§ TASK OBJECTIVE
Below are records. Copy every line with "found" in it.

§ RECORDS TO PROCESS
// alone is the file that holds the rows of one district and nothing else.
func (d drawnTable) alone(district string) string {
	text := d.header + "\n"
	for i, content := range d.content {
		if d.district[i] == district {
			text += content + "\n"
		}
	}
	return text
}

// filtered is what a table holds of some of its rows.
func filtered(full *Table, rows map[int32]bool) *Table {
	table := *full
	table.Line, table.Row, table.Geometry, table.Aside, table.Rows = nil, nil, nil, nil, len(rows)
	table.Columns = make([]Column, len(full.Columns))
	for k, c := range full.Columns {
		table.Columns[k].Name = c.Name
	}
	for i, row := range full.Row {
		if !rows[row] {
			continue
		}
		table.Line, table.Row = append(table.Line, full.Line[i]), append(table.Row, row)
		table.Geometry = append(table.Geometry, full.Geometry[i])
		for k, c := range full.Columns {
			to := &table.Columns[k]
			if c.Number != nil {
				to.Number = append(to.Number, c.Number[i])
			}
			if c.Code != nil && c.Code[i] >= 0 {
				to.Level = append(to.Level, c.Level[c.Code[i]])
			}
		}
	}
	for k := range table.Columns {
		to, from := &table.Columns[k], full.Columns[k]
		slices.Sort(to.Level)
		to.Level = slices.Compact(to.Level)
		for i, row := range full.Row {
			if from.Code == nil || !rows[row] {
				continue
			}
			code := -1
			if from.Code[i] >= 0 {
				code = slices.Index(to.Level, from.Level[from.Code[i]])
			}
			to.Code = append(to.Code, int32(code))
		}
	}
	for _, a := range full.Aside {
		if rows[a.Row] {
			table.Aside = append(table.Aside, a)
		}
	}
	return &table
}

var sameTable = cmp.Transformer("levels", func(c Column) Column {
	if len(c.Level) == 0 {
		c.Level = nil
	}
	return c
})

// Splitting a table and reading the parts gives what filtering the table gives, and what files of their own would
// give but for the numbers of lines and rows. Rows and lines are known from the writing of the table.
func TestPartsAreTheFilteredTable(t *testing.T) {
	want := Request{Response: "n", Kind: Count, Category: []string{"soil"}, Keep: []string{"note", "n"}}
	kept, refused := 0, 0
	rapid.Check(t, func(t *rapid.T) {
		d := drawTable(t)
		shared, err := Whole(strings.NewReader(d.text), "all.csv")
		if err != nil {
			t.Fatal(err)
		}
		parts, unnamed, err := shared.Split("district")
		if err != nil {
			t.Fatal(err)
		}
		full, fullErr := Read(strings.NewReader(d.text), "all.csv", want)
		rowsLeft := len(d.district) - unnamed.Rows
		for _, p := range parts {
			rows := map[int32]bool{}
			for i, name := range d.district {
				if name == p.Name {
					rows[int32(i+1)] = true
				}
			}
			rowsLeft -= p.Rows
			alone := d.alone(p.Name)
			sum := sha256.Sum256([]byte(alone))
			if p.SHA256() != hex.EncodeToString(sum[:]) || p.Bytes != len(alone)-len(d.header)-1 || p.Rows != len(rows) {
				t.Fatalf("part %q of %d rows and %d bytes, sum %s; its own file is %q", p.Name, p.Rows, p.Bytes, p.SHA256(), alone)
			}
			table, err := ReadPart(p, want)
			single, singleErr := Read(strings.NewReader(alone), "all.csv", want)
			if err != nil {
				refused++
				checkPlacedError(t, d, p.Name, err, singleErr)
				continue
			}
			kept++
			for i, row := range table.Row {
				if int(table.Line[i]) != d.line[row-1] {
					t.Fatalf("row %d on line %d, was written on line %d", row, table.Line[i], d.line[row-1])
				}
			}
			if fullErr == nil {
				if diff := cmp.Diff(filtered(full, rows), table, sameTable); diff != "" {
					t.Fatalf("part %q (-filtered +read):\n%s", p.Name, diff)
				}
			}
			if diff := cmp.Diff(unplaced(single), unplaced(table)); diff != "" {
				t.Fatalf("part %q (-file of its own +part):\n%s", p.Name, diff)
			}
		}
		if rowsLeft != 0 {
			t.Fatalf("%d rows belong to no part and are not reported", rowsLeft)
		}
	})
	if kept == 0 || refused == 0 {
		t.Errorf("%d parts were read and %d refused: the tables drawn do not test both", kept, refused)
	}
}

// unplaced is a table without its lines and rows.
func unplaced(t *Table) *Table {
	if t == nil {
		return nil
	}
	table := *t
	table.Line, table.Row = nil, nil
	table.Aside = slices.Clone(t.Aside)
	for i := range table.Aside {
		table.Aside[i].Line, table.Aside[i].Row = 0, 0
	}
	return &table
}

var place = regexp.MustCompile(`row (\d+) \(line (\d+)\)`)

// checkPlacedError demands the message of a file of its own, with a row of the district and its line in the table.
func checkPlacedError(t *rapid.T, d drawnTable, district string, err, single error) {
	if single == nil {
		t.Fatalf("a file of its own is read, the part is not: %v", err)
	}
	if got, want := place.ReplaceAllString(err.Error(), ""), place.ReplaceAllString(single.Error(), ""); got != want {
		t.Fatalf("the part is refused with %s\na file of its own with %s", err, single)
	}
	for _, found := range place.FindAllString(err.Error(), -1) {
		var row, line int
		fmt.Sscanf(found, "row %d (line %d)", &row, &line)
		if row < 1 || row > len(d.line) || d.line[row-1] != line || d.district[row-1] != district {
			t.Fatalf("%s is no row of %q in %q", found, district, d.text)
		}
	}
}

// What is refused in a part is placed in the whole file.
func TestPartErrors(t *testing.T) {
	const text = "district,lon,lat,z\n\"Lower\nEnd\",1,2,3\n\nNorth,1,2,3\nSouth,1,2,NA\nNorth,1,97,3\nSouth,1,2,3\nSouth,1,2,\n,1,2,3\n"
	parts := split(t, text, "district")
	plane := measure
	plane.Axes = AxesPlane
	strict := measure
	strict.Strict = true
	tests := []struct {
		name      string
		part      Part
		want      Request
		err, hint string
	}{
		{"latitude", parts["North"], measure, `all.csv: row 4 (line 7), column "lat": 97 is not a latitude (-90 to 90)`, adviceDegrees},
		{"strict", parts["South"], strict, `all.csv: row 3 (line 6), column "z": response is missing: "NA"`,
			`correct the row, or leave out --strict to set such rows aside`},
		{"mostly aside", parts["South"], measure, `all.csv: 2 of 3 rows cannot be used, more than half: column "z", response is missing (2); ` +
			`for example row 3 (line 6), where response is missing: "NA"`,
			`check that the right column is named, or take the rows without a value out of the file`},
		{"column", parts["North"], Request{Response: "zz", Kind: Measure}, `all.csv: line 1: no column "zz" for the response`,
			`did you mean "z"? the columns are district, lon, lat, z`},
		{"coordinates", parts["North"], plane, `all.csv: line 1: columns lon/lat are longitude and latitude by their names, but the coordinates are said to be in a plane`,
			adviceDegrees},
		{"request", parts["North"], Request{Kind: Measure}, `all.csv: no column is named for the response`, `name it with --response`},
		{"nothing left", parts["North"].Only(nil), measure, `all.csv: none of its rows are left to read`, ``},
		{"nothing left and no column", parts["North"].Only(nil), Request{Response: "zz", Kind: Measure}, `all.csv: line 1: no column "zz" for the response`,
			`did you mean "z"? the columns are district, lon, lat, z`},
	}
	for _, test := range tests {
		t.Run(test.name, func(t *testing.T) {
			table, err := ReadPart(test.part, test.want)
			if table != nil || err == nil {
				t.Fatalf("got table %v, error %v; want an error alone", table, err)
			}
			if got := message(err); got != test.err+"\nhint: "+test.hint {
				t.Errorf("got  %s\nwant %s\nhint: %s", got, test.err, test.hint)
			}
			byHeader := strings.HasPrefix(test.err, "all.csv: line 1") || test.name == "request"
			if check := test.part.Check(test.want); byHeader && message(check) != message(err) || !byHeader && check != nil {
				t.Errorf("by the header alone: %v", check)
			}
		})
	}
	table, err := ReadPart(parts["Lower\nEnd"], measure)
	if err != nil || table.Line[0] != 2 || table.Row[0] != 1 || table.Rows != 1 {
		t.Errorf("got %+v, %v", table, err)
	}
}

// checkParts reads a text by way of Whole and expects the refusal of Read, except where the request and the file
// are both at fault: the file comes first here.
func checkParts(t *testing.T, text string, want Request, refused error) {
	t.Helper()
	shared := checkWhole(t, text)
	if shared == nil {
		return
	}
	if _, err := ReadPart(shared.All(), want); message(err) != message(refused) {
		t.Errorf("by way of Whole: %v\nwant %v", message(err), message(refused))
	}
}

func TestSplitRefusals(t *testing.T) {
	shared := whole(t, "District,x,,y\na,1,,2\n")
	for _, test := range []struct{ column, err string }{
		{"distrikt", "all.csv: line 1: no column \"distrikt\" for the names of the regions\n" +
			"hint: did you mean \"District\"? the columns are District, x, \"\", y"},
		{"", "all.csv: line 1: no column is named for the names of the regions\nhint: the columns are District, x, \"\", y"},
	} {
		parts, _, err := shared.Split(test.column)
		if parts != nil || message(err) != test.err {
			t.Errorf("%q: %d parts, %s\nwant %s", test.column, len(parts), message(err), test.err)
		}
	}
	if diff := cmp.Diff([]string{"District", "x", "", "y"}, shared.Columns()); diff != "" {
		t.Errorf("columns (-want +got):\n%s", diff)
	}
}

// Names are in order of first appearance, capitals make a difference, blanks around do not.
func TestSplitNames(t *testing.T) {
	const text = "x,y,at\n1,2,north\n1,2,\n1,2, South \n1,2,\"north\"\n1,2,North\n1,2,na\n1,2,\" south\"\n1,2,South\n1,2,NaN\n"
	parts, unnamed, err := whole(t, text).Split("at")
	if err != nil {
		t.Fatal(err)
	}
	var got []string
	for _, p := range parts {
		got = append(got, fmt.Sprintf("%s %v", p.Name, p.rows))
	}
	if diff := cmp.Diff([]string{"north [0 3]", "South [2 7]", "North [4]", "south [6]"}, got); diff != "" {
		t.Errorf("(-want +got):\n%s", diff)
	}
	if unnamed != (Unnamed{Rows: 3, Line: 3, Row: 2}) {
		t.Errorf("unnamed: %+v", unnamed)
	}
	parts, unnamed, err = whole(t, "x,y,at\n1,2, NA\n1,2,\n").Split("at")
	if len(parts) != 0 || unnamed != (Unnamed{Rows: 2, Line: 2, Row: 1, Value: "NA"}) || err != nil {
		t.Errorf("without any name: %v, %+v, %v", parts, unnamed, err)
	}
}

func TestOnly(t *testing.T) {
	const text = "at,x,y\na,1,1\nb,22,2\na,333,3\n\na,4,4\nb,5,5\n"
	shared := whole(t, text)
	a := split(t, text, "at")["a"]
	tests := []struct {
		name    string
		part    Part
		numbers []int32
		rows    []int32
		bytes   int
	}{
		{"some of a part", a, []int32{1, 3}, []int32{1, 3}, len("a,1,1\na,333,3\n")},
		{"rows of another part", a, []int32{2, 4, 5}, []int32{4}, len("a,4,4\n")},
		{"in any order and twice", a, []int32{4, 3, 4, 3}, []int32{3, 4}, len("a,333,3\na,4,4\n")},
		{"beyond the file", a, []int32{-1 << 31, -1, 0, 6, 1<<31 - 1}, nil, 0},
		{"none", a, nil, nil, 0},
		{"of the whole file", shared.All(), []int32{0, 2, 5, 6}, []int32{2, 5}, len("b,22,2\nb,5,5\n")},
		{"of what is left", a.Only([]int32{1, 3}), []int32{3, 4}, []int32{3}, len("a,333,3\n")},
		{"of nothing", shared.All().Only(nil), []int32{1}, nil, 0},
	}
	for _, test := range tests {
		t.Run(test.name, func(t *testing.T) {
			given := slices.Clone(test.numbers)
			only := test.part.Only(test.numbers)
			if !slices.Equal(given, test.numbers) {
				t.Errorf("the numbers given were changed to %v", test.numbers)
			}
			if only.Rows != len(test.rows) || only.Bytes != test.bytes || only.Name != test.part.Name {
				t.Errorf("%q of %d rows and %d bytes, want %d and %d", only.Name, only.Rows, only.Bytes, len(test.rows), test.bytes)
			}
			if len(test.rows) == 0 {
				return
			}
			table, err := ReadPart(only, Request{})
			if err != nil {
				t.Fatal(err)
			}
			if diff := cmp.Diff(test.rows, table.Row); diff != "" {
				t.Errorf("rows (-want +got):\n%s", diff)
			}
		})
	}
}

// The checksum of a region stays when the rows of others change, come and go, and when line ends, blank lines and the
// byte order mark do; it changes with its own rows, their order and the header.
func TestPartSHA256(t *testing.T) {
	const text = "at,x,y\na,1,\"p\"\nb,2,q\na,3,r\n"
	sum := func(text string) string { return split(t, text, "at")["a"].SHA256() }
	same := map[string]string{
		"others change":    "at,x,y\na,1,\"p\"\nb,2222,\"q\nq\"\na,3,r\n",
		"others move":      "at,x,y\nb,2,q\na,1,\"p\"\na,3,r\n",
		"others are added": "at,x,y\nc,7,s\na,1,\"p\"\nc,8,t\nb,2,q\na,3,r\n,9,u\n",
		"others go":        "at,x,y\na,1,\"p\"\na,3,r",
		"windows":          "\xef\xbb\xbf\r\nat,x,y\r\na,1,\"p\"\r\n\r\nb,2,q\r\na,3,r\r",
	}
	for name, other := range same {
		if sum(other) != sum(text) {
			t.Errorf("%s: the checksum is another", name)
		}
	}
	differ := map[string]string{
		"a value":   "at,x,y\na,1,\"p\"\nb,2,q\na,3,s\n",
		"quotes":    "at,x,y\na,1,p\nb,2,q\na,3,r\n",
		"the order": "at,x,y\na,3,r\nb,2,q\na,1,\"p\"\n",
		"a row":     "at,x,y\na,1,\"p\"\na,3,r\na,3,r\n",
		"a name":    "at,x,z\na,1,\"p\"\nb,2,q\na,3,r\n",
	}
	for name, other := range differ {
		if sum(other) == sum(text) {
			t.Errorf("%s: the checksum is the same", name)
		}
	}
	all := sha256.Sum256([]byte(text))
	if got := whole(t, text).All().SHA256(); got != hex.EncodeToString(all[:]) {
		t.Errorf("of the whole file %s, want that of the file", got)
	}
}

// Parts of one table are read at the same time.
func TestPartsAtTheSameTime(t *testing.T) {
	parts, _, err := whole(t, largeTable(20_000, `"`)).Split("district")
	if err != nil {
		t.Fatal(err)
	}
	var group sync.WaitGroup
	for _, p := range parts[:20] {
		group.Go(func() {
			table, err := ReadPart(p, Request{Response: "z", Kind: Measure, Keep: []string{"district"}})
			if err != nil || table.Len() != 40 || !slices.Equal(table.Column("district").Level, []string{p.Name}) {
				t.Errorf("%s: %v", p.Name, err)
			}
		})
	}
	group.Wait()
}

§ RESPONSE AREA
	for _, found := range place.FindAllString(err.Error(), -1) {
		fmt.Sscanf(found, "row %d (line %d)", &row, &line)
			t.Fatalf("%s is no row of %q in %q", found, district, d.text)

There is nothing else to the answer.